**TO DO:** Going line by line through the entries, count those containing "revision" and state only the result.

**TASK DATA:**
import { tokenCreateSchema } from '#shared/schemas/tokens'
import type { ApiTokenCreatedDto } from '#shared/types/tokens'

/** At most this many unrevoked, unexpired tokens per user. */
const MAX_ACTIVE_TOKENS = 20

/**
 * Creates a personal API token; the answer is the only place the token ever appears (the database
 * keeps its SHA-256). Any role may create one: the role is read again on every use.
 */
export default defineApiHandler(async (event): Promise<ApiTokenCreatedDto> => {
  const user = await requireUser(event)
  refuseApiToken(event)
  const body = await readBodyAs(event, tokenCreateSchema)
  const created = newApiToken()
  const id = await writeTransaction(async (trx) => {
    await trx('users').where({ id: user.id }).forUpdate().first('id')
    const active = await trx('api_tokens').where({ user_id: user.id }).whereNull('revoked_at').where('expires_at', '>', new Date()).count({ n: '*' })
    if (Number(active[0]?.n ?? 0) >= MAX_ACTIVE_TOKENS) {
      const message = `name: you already have ${MAX_ACTIVE_TOKENS} active API tokens; revoke one first`
      throw createError({ statusCode: 409, statusMessage: 'Conflict', message, data: { message } })
    }
    const scopes = scopesText(body.scopes)
    const [tokenId] = await trx('api_tokens').insert({
      user_id: user.id, team_id: user.teamId, name: body.name, prefix: created.prefix, token_hash: created.hash, scopes,
      expires_at: new Date(Date.now() + body.expiresInDays * 86_400_000)
    })
    await writeAudit({ teamId: user.teamId, actorId: user.id, action: 'api_token_created', targetType: 'api_token', targetId: tokenId!, detail: { name: body.name, prefix: created.prefix, scopes, expiresInDays: body.expiresInDays } }, trx)
    return tokenId!
  })
  const row = await userApiTokens(useDb(), user.id).where('k.id', id).first()
  setResponseStatus(event, 201)
  setResponseHeader(event, 'cache-control', 'no-store')
  return { ...toApiTokenDto(row), token: created.token }
})
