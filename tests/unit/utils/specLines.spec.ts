import { describe, expect, it } from 'vitest'
import { lineMargin } from '../../../utils/specLines'
import { areaForYield, lossAtArea } from '../../../utils/yieldCurve'

describe('lineMargin', () => {
  it('is the headroom as a share of the limit, positive inside the spec', () => {
    // derived: (budget − value) / budget and (value − required) / required
    expect(lineMargin({ metric: 'totalAreaMm2', sense: 'max' }, 0.04, 0.05)).toBeCloseTo(0.2, 12)
    expect(lineMargin({ metric: 'maxUpdateRateHz', sense: 'min' }, 50e3, 100e3)).toBeCloseTo(-0.5, 12)
  })

  it('judges yield on what is lost: 99.85 % against a 99.7 % target keeps half the allowed loss', () => {
    // derived: allowed loss 0.3 %, loss 0.15 % → (0.3 − 0.15) / 0.3
    expect(lineMargin({ metric: 'yield', sense: 'min' }, 0.9985, 0.997)).toBeCloseTo(0.5, 9)
  })
})

describe('yield against unit area', () => {
  it('passes through the candidate\'s own yield at its sized area', () => {
    expect(1 - lossAtArea(4, 0.997, 4)).toBeCloseTo(0.997, 9)
  })

  it('needs four times the area for twice the margin in σ (Pelgrom: σ ∝ 1/√area)', () => {
    // 2Φ(z) − 1 = 0.9545 at z = 2 and 0.999937 at z = 4 (standard normal table)
    expect(areaForYield(1, 0.9545, 0.999937)).toBeCloseTo(4, 1)
    expect(1 - lossAtArea(1, 0.9545, 4)).toBeCloseTo(0.999937, 5)
  })
})
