import { describe, expect, it } from 'vitest'
import type { SessionUser } from '../../../shared/types/auth'
import type { ReviewStateDto } from '../../../shared/types/review'
import type { StudyDto } from '../../../shared/types/studies'
import { activityWords, reviewPermits } from '../../../utils/reviewPermissions'

const user = (id: number, role: SessionUser['role']): SessionUser => ({ id, role, email: `${role}@x.example`, name: role, teamId: 1, teamName: 'T' })
const study = { id: 9, owner: { id: 3, name: 'Engineer' } } as StudyDto
const state = (over: Partial<ReviewStateDto> = {}): ReviewStateDto => ({
  status: 'draft', statusVersion: 0, version: 1, round: 0, reviewers: [], entries: [], decisions: [], eligibleReviewers: [{ id: 2, name: 'Architect' }], ...over
})

// The rules are the server's (server/utils/studyTransitions.ts); these cases mirror tests/api/review-flow.spec.ts.
describe('reviewPermits', () => {
  it('lets the owner and leads ask for review of a saved draft, never a manager or another engineer', () => {
    expect(reviewPermits(user(3, 'engineer'), study, state()).request).toBeNull()
    expect(reviewPermits(user(2, 'architect'), study, state()).request).toBeNull()
    expect(reviewPermits(user(4, 'engineer'), study, state()).request).toMatch(/owner/)
    expect(reviewPermits(user(5, 'manager'), study, state()).request).toMatch(/owner/)
    expect(reviewPermits(user(3, 'engineer'), study, state({ version: 0 })).request).toBe('Save a revision first')
    expect(reviewPermits(user(3, 'engineer'), study, state({ status: 'in_review' })).request).toMatch(/Draft/)
  })

  it('lets only a named architect who is not the owner give a verdict', () => {
    const inReview = state({ status: 'in_review', reviewers: [{ id: 2, name: 'Architect' }] })
    expect(reviewPermits(user(2, 'architect'), study, inReview).verdict).toBeNull()
    expect(reviewPermits(user(7, 'architect'), study, inReview).verdict).toMatch(/not named/)
    expect(reviewPermits(user(3, 'architect'), study, inReview).verdict).toMatch(/own this study/)
    expect(reviewPermits(user(1, 'admin'), study, inReview).verdict).toMatch(/architects/)
  })

  it('needs a sign-off on the current revision before a decision, by an architect or admin', () => {
    const signOff = { id: 1, round: 1, kind: 'signed_off' as const, reviewer: { id: 2, name: 'A' }, revision: 1, comment: null, by: { id: 2, name: 'A' }, createdAt: '' }
    expect(reviewPermits(user(1, 'admin'), study, state({ status: 'in_review', entries: [signOff] })).decide).toBeNull()
    expect(reviewPermits(user(1, 'admin'), study, state({ status: 'in_review', version: 2, entries: [signOff] })).decide).toMatch(/revision 2/)
    expect(reviewPermits(user(3, 'engineer'), study, state({ status: 'in_review', entries: [signOff] })).decide).toMatch(/architects and admins/)
    expect(reviewPermits(user(2, 'architect'), study, state({ status: 'decided' })).reopen).toBeNull()
    expect(reviewPermits(user(2, 'architect'), study, state({ status: 'archived' })).reopen).toMatch(/decided/)
  })

  it('words audit actions, including note actions it does not know yet', () => {
    expect(activityWords('study.signed_off')).toBe('signed off')
    expect(activityWords('note.resolved')).toBe('note: resolved')
  })
})
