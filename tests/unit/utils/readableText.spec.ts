import { describe, expect, it } from 'vitest'
import { withFieldLabels } from '../../../utils/readableText'

// No internal names on screen (issue 14; common practice, no source).
describe('withFieldLabels', () => {
  it('puts labels in place of contract names in engine text, and leaves other words alone', () => {
    expect(withFieldLabels('Two-stage buffered strings assume offset-free buffers (process.bufferOffsetSigmaV = 0); real offsets add.'))
      .toBe('Two-stage buffered strings assume offset-free buffers (σ of buffer offset = 0); real offsets add.')
    expect(withFieldLabels('check metrics.unitOhm; tauS uses R_fb = R')).toBe('check unit resistor value; output time constant uses R_fb = R')
    expect(withFieldLabels('I-V amplifier, R-2R, iPhone-like words stay')).toBe('I-V amplifier, R-2R, iPhone-like words stay')
  })
})
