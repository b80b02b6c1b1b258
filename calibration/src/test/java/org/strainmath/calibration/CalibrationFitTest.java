package org.strainmath.calibration;

import static org.assertj.core.api.Assertions.assertThat;
import static org.assertj.core.api.Assertions.assertThatThrownBy;
import static org.assertj.core.api.Assertions.within;

import java.io.BufferedReader;
import java.io.IOException;
import java.io.InputStreamReader;
import java.nio.charset.StandardCharsets;
import java.util.ArrayList;
import java.util.List;
import java.util.SplittableRandom;
import java.util.stream.Stream;

import org.apache.commons.math3.distribution.TDistribution;
import org.apache.commons.math3.stat.regression.OLSMultipleLinearRegression;
import org.junit.jupiter.api.Test;
import org.junit.jupiter.params.ParameterizedTest;
import org.junit.jupiter.params.provider.Arguments;
import org.junit.jupiter.params.provider.MethodSource;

**ANSWER AREA:** 4